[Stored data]
----------------

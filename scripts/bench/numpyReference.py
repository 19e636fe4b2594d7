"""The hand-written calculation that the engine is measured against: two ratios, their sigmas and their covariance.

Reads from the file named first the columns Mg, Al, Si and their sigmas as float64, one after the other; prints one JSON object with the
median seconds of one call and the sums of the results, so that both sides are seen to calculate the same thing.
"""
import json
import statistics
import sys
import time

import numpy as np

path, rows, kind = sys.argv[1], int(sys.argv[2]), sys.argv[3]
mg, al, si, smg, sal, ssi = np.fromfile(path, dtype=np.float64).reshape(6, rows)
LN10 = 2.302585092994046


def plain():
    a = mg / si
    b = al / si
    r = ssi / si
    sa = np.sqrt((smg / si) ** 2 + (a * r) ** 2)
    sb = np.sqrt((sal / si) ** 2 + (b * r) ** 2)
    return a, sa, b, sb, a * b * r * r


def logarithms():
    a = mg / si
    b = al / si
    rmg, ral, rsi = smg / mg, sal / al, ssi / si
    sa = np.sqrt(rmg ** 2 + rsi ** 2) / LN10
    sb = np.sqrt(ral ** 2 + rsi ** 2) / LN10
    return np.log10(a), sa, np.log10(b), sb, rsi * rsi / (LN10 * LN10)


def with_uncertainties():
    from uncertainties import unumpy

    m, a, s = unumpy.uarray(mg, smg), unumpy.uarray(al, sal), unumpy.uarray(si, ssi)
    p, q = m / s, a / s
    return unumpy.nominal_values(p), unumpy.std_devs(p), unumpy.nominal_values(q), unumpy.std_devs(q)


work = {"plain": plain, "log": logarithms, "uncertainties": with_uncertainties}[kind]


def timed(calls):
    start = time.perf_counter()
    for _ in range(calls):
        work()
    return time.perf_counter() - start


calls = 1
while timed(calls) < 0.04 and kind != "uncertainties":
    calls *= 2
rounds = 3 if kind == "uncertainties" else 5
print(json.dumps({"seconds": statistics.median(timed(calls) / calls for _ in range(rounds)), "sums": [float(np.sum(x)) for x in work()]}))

----------------

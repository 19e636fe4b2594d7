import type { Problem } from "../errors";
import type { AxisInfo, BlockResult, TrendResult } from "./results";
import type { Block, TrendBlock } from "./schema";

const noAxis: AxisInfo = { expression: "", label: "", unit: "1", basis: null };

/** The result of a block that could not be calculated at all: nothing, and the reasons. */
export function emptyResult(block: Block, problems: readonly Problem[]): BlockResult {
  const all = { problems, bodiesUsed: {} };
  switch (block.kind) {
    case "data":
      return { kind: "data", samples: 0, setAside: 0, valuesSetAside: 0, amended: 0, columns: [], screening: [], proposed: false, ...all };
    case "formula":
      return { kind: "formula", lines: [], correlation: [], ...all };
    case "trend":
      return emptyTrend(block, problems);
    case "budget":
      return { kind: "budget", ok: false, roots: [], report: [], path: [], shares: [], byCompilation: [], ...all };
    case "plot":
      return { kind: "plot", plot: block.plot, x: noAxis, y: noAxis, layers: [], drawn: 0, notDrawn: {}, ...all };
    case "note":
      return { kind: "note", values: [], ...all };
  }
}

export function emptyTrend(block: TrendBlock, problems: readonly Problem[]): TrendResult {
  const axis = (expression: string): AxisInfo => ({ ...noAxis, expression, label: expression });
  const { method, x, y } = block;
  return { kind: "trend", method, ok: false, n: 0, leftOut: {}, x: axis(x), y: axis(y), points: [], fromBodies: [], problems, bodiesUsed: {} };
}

----------------

From the entries above, write out only the lines starting at the line that holds "filename scripts/bench/numpyReference.py" and ending at the line that holds "Reads from the", keeping both and matching them exactly.

ANSWER FOR THE TASK
filename scripts/bench/numpyReference.py
repository 19e636fe4b2594d7
"""The hand-written calculation that the engine is measured against: two ratios, their sigmas and their covariance.

Reads from the file named first the columns Mg, Al, Si and their sigmas as float64, one after the other; prints one JSON object with the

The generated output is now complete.